IR RETIDO NA FONTE FICA COM O GDF
Os R$ 30 milhões mensais provenientes do Imposto de Renda Retido na Fonte (IRRF) pago pelos 40 mil servidores da área de segurança pública continuarão com o GDF. A decisão é do plenário do Tribunal de Contas da União (TCU), que referendou ontem a liminar concedida em 17 de junho. Como o governo federal custeia os salários desses funcionários, o Ministério da Fazenda reivindica os valores retidos desde 2003. A decisão vale até que o mérito da questão seja julgado e definido para quem deve ir o IRRF.
Visão do Correio
Sem justificativa para uma ação drástica
O pedido de intervenção no Distrito Federal foi feito pela Procuradoria-Geral da República há quase cinco meses. Desde então, José Roberto Arruda foi cassado pelo Tribunal Regional Eleitoral (TRE) e Paulo Octávio renunciou ao cargo de governador interino.
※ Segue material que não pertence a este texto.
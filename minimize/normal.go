package minimize

import (
	"slices"

	"github.com/tenter-go/tenter/action"
	"github.com/tenter-go/tenter/constraint"
	"github.com/tenter-go/tenter/internal/nested"
)

// normal assembles the normal matrix JᵀJ of the residual by the unknowns.
//
// What does not change with the history is worked out once. For each row of the
// Jacobian that counts, the entries are sorted into slots, one for each unknown
// that the row reaches (two tied values share one), and for each pair of slots
// the place of their product among the values is stored. Assembling is then a
// walk over the rows without searching.
type normal struct {
	rows  []int32 // rows of the Jacobian that count
	slot  []int32 // of each entry of those rows, in order; −1 at fixed values
	first []int32 // of each row: where its unknowns start in reach; one more at the end
	reach []int32 // unknowns of the rows, those of a row ascending
	place []int32 // for each row, the products of slots (a, b), b ≤ a

	pattern  *nested.Pattern
	values   []float64
	diagonal []int // places of the diagonal
	buffer   []float64
}

// newNormal analyses the Jacobian j, whose pattern does not change, for the
// given rows. grid has the unknowns and their coordinates and gets its entries.
func newNormal(j *action.Matrix, rows []int32, free *constraint.Unknowns, grid *nested.Pattern) *normal {
	m := &normal{rows: rows, first: make([]int32, 1, len(rows)+1), pattern: grid}
	for _, r := range rows {
		columns, _ := j.Row(int(r))
		from := len(m.reach)
		for _, f := range columns {
			if k, _ := free.At(f); k >= 0 {
				m.reach = append(m.reach, int32(k))
			}
		}
		slices.Sort(m.reach[from:])
		m.reach = m.reach[:from+len(slices.Compact(m.reach[from:]))]
		own := m.reach[from:]
		for _, f := range columns {
			s := -1
			if k, _ := free.At(f); k >= 0 {
				s, _ = slices.BinarySearch(own, int32(k))
			}
			m.slot = append(m.slot, int32(s))
		}
		m.first = append(m.first, int32(len(m.reach)))
		if len(own) > len(m.buffer) {
			m.buffer = make([]float64, len(own))
		}
	}
	m.couple(grid.N)
	m.values = make([]float64, len(grid.Adj))
	for i := range rows {
		own := m.own(i)
		for a, u := range own {
			for _, v := range own[:a+1] {
				m.place = append(m.place, int32(grid.Place(int(u), int(v))))
			}
		}
	}
	return m
}

// own returns the unknowns of the i-th row that counts.
func (m *normal) own(i int) []int32 { return m.reach[m.first[i]:m.first[i+1]] }

// couple lists, for every unknown, the unknowns up to it with which it shares a
// row.
func (m *normal) couple(n int) {
	// rows by unknown
	start := make([]int32, n+1)
	for _, u := range m.reach {
		start[u+1]++
	}
	for u := range n {
		start[u+1] += start[u]
	}
	in := make([]int32, len(m.reach))
	next := slices.Clone(start)
	for i := range m.rows {
		for _, u := range m.own(i) {
			in[next[u]] = int32(i)
			next[u]++
		}
	}
	p := m.pattern
	p.Ptr = make([]int, 1, n+1)
	m.diagonal = make([]int, n)
	seen := make([]int32, n) // 1 + the last unknown whose list has it
	for u := range n {
		from := len(p.Adj)
		p.Adj = append(p.Adj, int32(u)) // even if no row reaches it
		for _, i := range in[start[u]:start[u+1]] {
			for _, v := range m.own(int(i)) {
				if int(v) >= u {
					break
				}
				if seen[v] != int32(u+1) {
					seen[v] = int32(u + 1)
					p.Adj = append(p.Adj, v)
				}
			}
		}
		slices.Sort(p.Adj[from:])
		m.diagonal[u] = len(p.Adj) - 1
		p.Ptr = append(p.Ptr, len(p.Adj))
	}
}

// assemble writes JᵀJ to the values.
func (m *normal) assemble(j *action.Matrix) {
	clear(m.values)
	entry, pair := 0, 0
	for i, r := range m.rows {
		row := m.buffer[:m.first[i+1]-m.first[i]]
		clear(row)
		entries := j.Value[j.Start[r]:j.Start[r+1]]
		slots := m.slot[entry:][:len(entries)]
		entry += len(entries)
		for k, v := range entries {
			if s := slots[k]; s >= 0 {
				row[s] += v
			}
		}
		for a, x := range row {
			for b, at := range m.place[pair:][:a+1] {
				m.values[at] += x * row[b]
			}
			pair += a + 1
		}
	}
}

// gradient writes Jᵀr to g, and the sums of |entry·r| that it cancels from to
// size.
func (m *normal) gradient(g, size []float64, j *action.Matrix, r []float64) {
	clear(g)
	clear(size)
	entry := 0
	for i, e := range m.rows {
		own := m.own(i)
		v := r[e]
		entries := j.Value[j.Start[e]:j.Start[e+1]]
		slots := m.slot[entry:][:len(entries)]
		entry += len(entries)
		for k, x := range entries {
			if s := slots[k]; s >= 0 {
				u := own[s]
				g[u] += x * v
				size[u] += max(x*v, -x*v)
			}
		}
	}
}

// largest returns the largest diagonal entry.
func (m *normal) largest() float64 {
	var d float64
	for _, at := range m.diagonal {
		d = max(d, m.values[at])
	}
	return d
}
Como prevê a Constituição, as eleições indiretas transcorreram dentro da normalidade jurídica, e Rogério Rosso foi eleito pela Câmara Legislativa.
Há dois meses, o governo vem caminhando com as próprias pernas, na tentativa de reconduzir a capital do país a uma situação de tranquilidade institucional. Dos três deputados distritais flagrados em vídeo recebendo suposta propina, dois renunciaram ; Leonardo Prudente e Júnior Brunelli ; e Eurides Brito foi cassada. Além disso, as greves que tumultuam a rotina dos brasilienses independem do fato de estarmos sob um governo-tampão. Estamos às vésperas das eleições, e tanto rodoviários quanto policiais civis são duas categorias fortemente politizadas.
Nesses últimos cinco meses, em nada se agravou a situação para que seja justificada a decretação de uma intervenção federal no DF. Pelo contrário, o que Brasília mais precisa agora é de tranquilidade para enfrentar o processo eleitoral que escolherá o próximo governador . Este sim, eleito pelo povo, terá o dever de fazer com que a capital da República volte à sua normalidade institucional.